Next, flip through the span of pages the professor assigned, and Write down the name of every case that appears. There will be 'major cases,' the ones that are excerpted in edited form, and 'squibs,' the cases that are mentioned and discussed in a paragraph or two in the professor's linking text between major cases.

b) In commercial outlines find the pages where the cases you've listed are discussed. Read that section of the commercial outline for understanding, marking the holdings of your listed cases, and any explanatory text discussing how the cases affect each other. Don't try to memorize things or write anything down yet - just read for general understanding. What you're looking for is an overview of the night's reading in that subject - a context in which to put the cases you're about to read. Think of the law as a series of somewhat linear lengths of chain. Each case you read adds another link to the development of the law.
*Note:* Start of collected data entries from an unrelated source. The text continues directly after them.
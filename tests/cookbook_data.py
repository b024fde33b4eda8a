"""Invented plates for the cookbook recipes in configs/cookbook/ (no real enzyme, lab or measurement).

Each writer simulates the scenario its recipe describes and writes the files the recipe names into a folder.
Progress curves are integrated from the rate law with small explicit steps (substrate is used up as the
reaction runs), then turned into signal and given read noise.
"""

from __future__ import annotations

from collections.abc import Callable
from pathlib import Path

import numpy as np
import pandas as pd

ROWS = "ABCDEFGHIJKLMNOP"
KCAT, KM = 20.0, 50.0  # 1/s and uM of the invented enzymes
EPS_L_405 = 18000.0 * 0.5 * 1e-6  # AU per uM of product: 18000 M^-1 cm^-1 over 0.5 cm
EPS_L_340 = 6220.0 * 0.5 * 1e-6  # AU per uM of NADH over 0.5 cm


def product_um(s0: np.ndarray, e_nm: np.ndarray, t: np.ndarray, *, km: float = KM, ksi: float = np.inf,
               inhibitor: np.ndarray | None = None, kic: float = np.inf, lag_s: float = 0.0,
               kinact: float = 0.0) -> np.ndarray:
    """Product (uM) of each well at times ``t`` (s): v = kcat·E·S/(Km(1 + I/Kic) + S + S²/Ksi), with an
    activation lag (1 − e^(−t/lag)) and first-order inactivation e^(−kinact·t); Euler steps of 0.25 s."""
    inh = np.zeros_like(s0) if inhibitor is None else inhibitor
    vmax = KCAT * e_nm * 1e-3
    dt = 0.25
    steps = round(float(t[-1]) / dt)
    p = np.zeros_like(s0, dtype=float)
    out = np.zeros((s0.size, t.size))
    k = 0
    for i in range(steps + 1):
        now = i * dt
        while k < t.size and now >= t[k] - 1e-9:
            out[:, k] = p
            k += 1
        s = np.maximum(s0 - p, 0.0)
        act = (1.0 - np.exp(-now / lag_s) if lag_s > 0 else 1.0) * np.exp(-kinact * now)
        p = p + dt * act * vmax * s / (km * (1 + inh / kic) + s + s * s / ksi)
    return out


def _wide(t: np.ndarray, wells: list[str], signal: np.ndarray) -> pd.DataFrame:
    frame = pd.DataFrame(signal.T, columns=wells)
    frame.insert(0, "time (s)", t)
    return frame


def product_plate(folder: Path, seed: int = 1, data: str = "product-plate.csv", layout: bool = True) -> None:
    """96 wells: rows A-C samples (substrate 0-800 uM along the columns), row H substrate blanks."""
    rng = np.random.default_rng(seed)
    levels = np.array([0, 5, 10, 20, 35, 50, 75, 100, 150, 250, 400, 800.0])
    wells = [f"{r}{c}" for r in "ABCH" for c in range(1, 13)]
    s0 = np.tile(levels, 4)
    e = np.where(np.array([w[0] == "H" for w in wells]), 0.0, 2.0)
    t = np.arange(0.0, 601.0, 15.0)
    a = 0.05 + 2e-5 * s0[:, None] + EPS_L_405 * product_um(s0, e, t) + rng.normal(0, 1e-3, (len(wells), t.size))
    folder.mkdir(parents=True, exist_ok=True)
    _wide(t, wells, a).to_csv(folder / data, index=False)
    if layout:
        pd.DataFrame({"well": wells, "role": ["blank" if w[0] == "H" else "sample" for w in wells],
                      "substrate (uM)": s0, "enzyme (nM)": e,
                      "group": ["blank" if w[0] == "H" else "VZ-3" for w in wells]}).to_csv(
            folder / "product-layout.csv", index=False)


def nadh_plate(folder: Path) -> None:
    """NADH consumed: rows A-C samples (NADH 5-250 uM along the columns), row H NADH-only blanks."""
    rng = np.random.default_rng(5)
    levels = np.array([5, 10, 15, 20, 30, 40, 60, 80, 100, 150, 200, 250.0])
    wells = [f"{r}{c}" for r in "ABCH" for c in range(1, 13)]
    s0 = np.tile(levels, 4)
    e = np.where(np.array([w[0] == "H" for w in wells]), 0.0, 3.0)
    t = np.arange(0.0, 301.0, 5.0)
    p = product_um(s0, e, t, km=30.0)
    a = 0.04 + EPS_L_340 * (s0[:, None] - p) + rng.normal(0, 3e-4, (len(wells), t.size))
    _wide(t, wells, a).to_csv(folder / "nadh-plate.csv", index=False)
    pd.DataFrame({"well": wells, "role": ["blank" if w[0] == "H" else "sample" for w in wells],
                  "substrate (uM)": s0, "enzyme (nM)": e,
                  "group": ["blank" if w[0] == "H" else "VZ-5" for w in wells]}).to_csv(
        folder / "nadh-layout.csv", index=False)


def fluor_plate(folder: Path) -> None:
    """384 wells, European export: rows A-C samples with substrate inhibition (24 levels), row O blanks,
    row P standards of the free fluorophore (0-800 uM; the top one reads OVER)."""
    rng = np.random.default_rng(9)
    levels = np.geomspace(2.0, 8000.0, 24)
    rows = "ABCOP"
    wells = [f"{r}{c}" for r in rows for c in range(1, 25)]
    role = {"A": "sample", "B": "sample", "C": "sample", "O": "blank", "P": "standard"}
    s0 = np.array([levels[int(w[1:]) - 1] if w[0] in "ABCO" else 0.0 for w in wells])
    std = np.array([25.0 * (int(w[1:]) - 1) if w[0] == "P" else np.nan for w in wells])
    std[[i for i, w in enumerate(wells) if w == "P24"]] = 800.0
    e = np.array([1.0 if w[0] in "ABC" else 0.0 for w in wells])
    t = np.arange(0.0, 601.0, 20.0)
    rfu_per_um = 80.0
    p = product_um(s0, e, t, ksi=2000.0)
    f = 500.0 + rfu_per_um * (p + np.nan_to_num(std)[:, None]) + rng.normal(0, 5.0, (len(wells), t.size))
    text = np.char.replace(np.char.mod("%.2f", f), ".", ",").astype(object)
    text[f > 60000.0] = "OVER"
    frame = pd.DataFrame(text.T, columns=wells)
    frame.insert(0, "time (s)", [f"{x:g}" for x in t])
    frame.to_csv(folder / "fluor-plate.csv", sep=";", index=False)
    layout = pd.DataFrame({"well": wells, "role": [role[w[0]] for w in wells], "substrate (uM)": s0,
                           "enzyme (nM)": e, "product (uM)": std,
                           "group": [{"O": "blank", "P": "standard"}.get(w[0], "VZ-9") for w in wells]})
    layout.to_csv(folder / "fluor-layout.csv", sep=";", decimal=",", index=False)


def matrix_plate(folder: Path) -> None:
    """Substrate 0-640 uM along columns 1-8, competitive inhibitor 0-80 uM down rows A-F (Kic 15 uM),
    row G blanks without enzyme."""
    rng = np.random.default_rng(11)
    sub = np.array([0, 10, 20, 40, 80, 160, 320, 640.0])
    inh = dict(zip("ABCDEFG", [0, 5, 10, 20, 40, 80, 0.0], strict=True))
    wells = [f"{r}{c}" for r in "ABCDEFG" for c in range(1, 9)]
    s0 = np.array([sub[int(w[1:]) - 1] for w in wells])
    i0 = np.array([inh[w[0]] for w in wells])
    e = np.array([0.0 if w[0] == "G" else 5.0 for w in wells])
    t = np.arange(0.0, 181.0, 10.0)
    p = product_um(s0, e * 0.2, t, inhibitor=i0, kic=15.0)
    a = 0.05 + EPS_L_340 * p + rng.normal(0, 5e-4, (len(wells), t.size))
    _wide(t, wells, a).to_csv(folder / "matrix-plate.csv", index=False)
    pd.DataFrame({"well": wells, "role": ["blank" if w[0] == "G" else "sample" for w in wells],
                  "substrate (uM)": s0, "inhibitor (uM)": i0, "enzyme (nM)": e,
                  "group": ["blank" if w[0] == "G" else "VZ-11 + VZI-2" for w in wells]}).to_csv(
        folder / "matrix-layout.csv", index=False)


def declared_plate(folder: Path) -> None:
    """All 96 wells read; rows A-C a two-fold series 400 uM -> 0 (last column), row H blanks (400 uM)."""
    rng = np.random.default_rng(3)
    wells = [f"{r}{c}" for r in "ABCDEFGH" for c in range(1, 13)]
    step = np.array([400.0 * 0.5 ** (c - 1) if c < 12 else 0.0 for c in range(1, 13)])
    s0 = np.array([step[int(w[1:]) - 1] if w[0] in "ABC" else (400.0 if w[0] == "H" else 0.0) for w in wells])
    e = np.array([2.0 if w[0] in "ABC" else 0.0 for w in wells])
    t = np.arange(0.0, 301.0, 15.0)
    a = 0.05 + EPS_L_405 * product_um(s0, e, t) + rng.normal(0, 1e-3, (len(wells), t.size))
    _wide(t, wells, a).to_csv(folder / "declared-plate.csv", index=False)


def lag_plate(folder: Path) -> None:
    """Rows A-C: a hysteretic enzyme (lag 40 s, inactivation half-life 300 s), 12 substrate levels."""
    rng = np.random.default_rng(13)
    levels = np.array([5, 10, 20, 35, 50, 75, 100, 150, 250, 400, 600, 800.0])
    wells = [f"{r}{c}" for r in "ABCH" for c in range(1, 13)]
    s0 = np.tile(levels, 4)
    e = np.where(np.array([w[0] == "H" for w in wells]), 0.0, 2.0)
    t = np.arange(0.0, 901.0, 10.0)
    p = product_um(s0, e, t, lag_s=40.0, kinact=np.log(2) / 300.0)
    a = 0.05 + EPS_L_405 * p + rng.normal(0, 5e-4, (len(wells), t.size))
    _wide(t, wells, a).to_csv(folder / "lag-plate.csv", index=False)
    pd.DataFrame({"well": wells, "role": ["blank" if w[0] == "H" else "sample" for w in wells],
                  "substrate (uM)": s0, "enzyme (nM)": e,
                  "group": ["blank" if w[0] == "H" else "VZ-13" for w in wells]}).to_csv(
        folder / "lag-layout.csv", index=False)


def batch_plates(folder: Path) -> None:
    """Three plates of the product scenario (different read noise) in batch/, with one shared layout."""
    product_plate(folder, seed=1, data="product-plate.csv")
    for i in (1, 2, 3):
        (folder / "batch").mkdir(exist_ok=True)
        product_plate(folder, seed=20 + i, data=f"batch/plate-{i}.csv", layout=False)


def two_question_plate(folder: Path) -> None:
    """Rows A-B: substrate series 0-640 uM without inhibitor (group VZ-7); rows C-D: inhibitor VZI-4 at
    0-1000 uM with 50 uM substrate (group VZ-7 + VZI-4, competitive, Kic 20 uM); row H blanks; water-peak
    reads for a 0.5 cm pathlength in every well."""
    rng = np.random.default_rng(21)
    sub = np.array([0, 10, 20, 40, 80, 160, 320, 640.0])
    inh = np.array([0, 1, 3, 10, 30, 100, 300, 1000.0])
    wells = [f"{r}{c}" for r in "ABCDH" for c in range(1, 9)]
    s0 = np.array([sub[int(w[1:]) - 1] if w[0] in "AB" else 50.0 for w in wells])
    i0 = np.array([inh[int(w[1:]) - 1] if w[0] in "CD" else 0.0 for w in wells])
    e = np.array([0.0 if w[0] == "H" else 2.0 for w in wells])
    t = np.arange(0.0, 301.0, 20.0)
    a = 0.05 + EPS_L_405 * product_um(s0, e, t, inhibitor=i0, kic=20.0) + rng.normal(0, 1e-3, (len(wells), t.size))
    _wide(t, wells, a).to_csv(folder / "two-question-plate.csv", index=False)
    group = {"A": "VZ-7", "B": "VZ-7", "C": "VZ-7 + VZI-4", "D": "VZ-7 + VZI-4", "H": "blank"}
    pd.DataFrame({"well": wells, "role": ["blank" if w[0] == "H" else "sample" for w in wells],
                  "substrate (uM)": s0, "inhibitor (uM)": i0, "enzyme (nM)": e,
                  "group": [group[w[0]] for w in wells]}).to_csv(folder / "two-question-layout.csv", index=False)
    pd.DataFrame({"well": wells, "a977": 0.5 * 0.18 + 0.04, "a900": 0.04}).to_csv(
        folder / "two-question-water.csv", index=False)


WRITERS: dict[str, Callable[[Path], None]] = {
    "absorbance-product.yaml": product_plate,
    "absorbance-product-rerun.yaml": product_plate,
    "substrate-consumed.yaml": nadh_plate,
    "fluorescence-standard-curve.yaml": fluor_plate,
    "inhibitor-matrix.yaml": matrix_plate,
    "declared-layout.yaml": declared_plate,
    "lag-inactivation.yaml": lag_plate,
    "batch.yaml": batch_plates,
    "models-per-group.yaml": two_question_plate,
}
"""For each cookbook recipe, the writer of the invented files it names."""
That the magic epiphany you're striving for in each of the subjects you'll study in law school - to be able to follow the cases, link by link down the chain, until you finally grasp the big picture of how all the cases work together to develop and govern a particular area of law, and where the unanswered questions remain, and what the next links in the chain might look like.

c)
GREEN: facts
YELLOW: critical legal reasoning
PINK/RED: holding; court; judge; procedural posture, deposition (affirmed reversed, remanded)
BLUE: important precedents cited and their holdings
ORANGE: important dissenting remarks

Now do the case book reading.
First, skim the case completely from beginning to end. Just read. No pen, no highlighter, nothing.
Force yourself not to get too bogged down in minutiae. Just get a sense for how the case is organized, what the case is about, what the holding is, and how much good supporting reasoning is provided. Resist the urge to mark anything. An average-size case should take you ten to fifteen minutes to get through.
When you've finished skimming the case, you're ready to start briefing it. Highlight SPARINGLY. Mark the court, writing judge, procedural posture, and holding in red, the most relevant facts in green, the most persuasive or historically important reasoning in yellow, significant case precedent in blue, and andy notable reasoning in the dissent in orange. You should see a lot more black-and-white, unmarked passages than you do highlighted sections.

Then go back and brief it on a separate piece of paper and put into your binder for that week.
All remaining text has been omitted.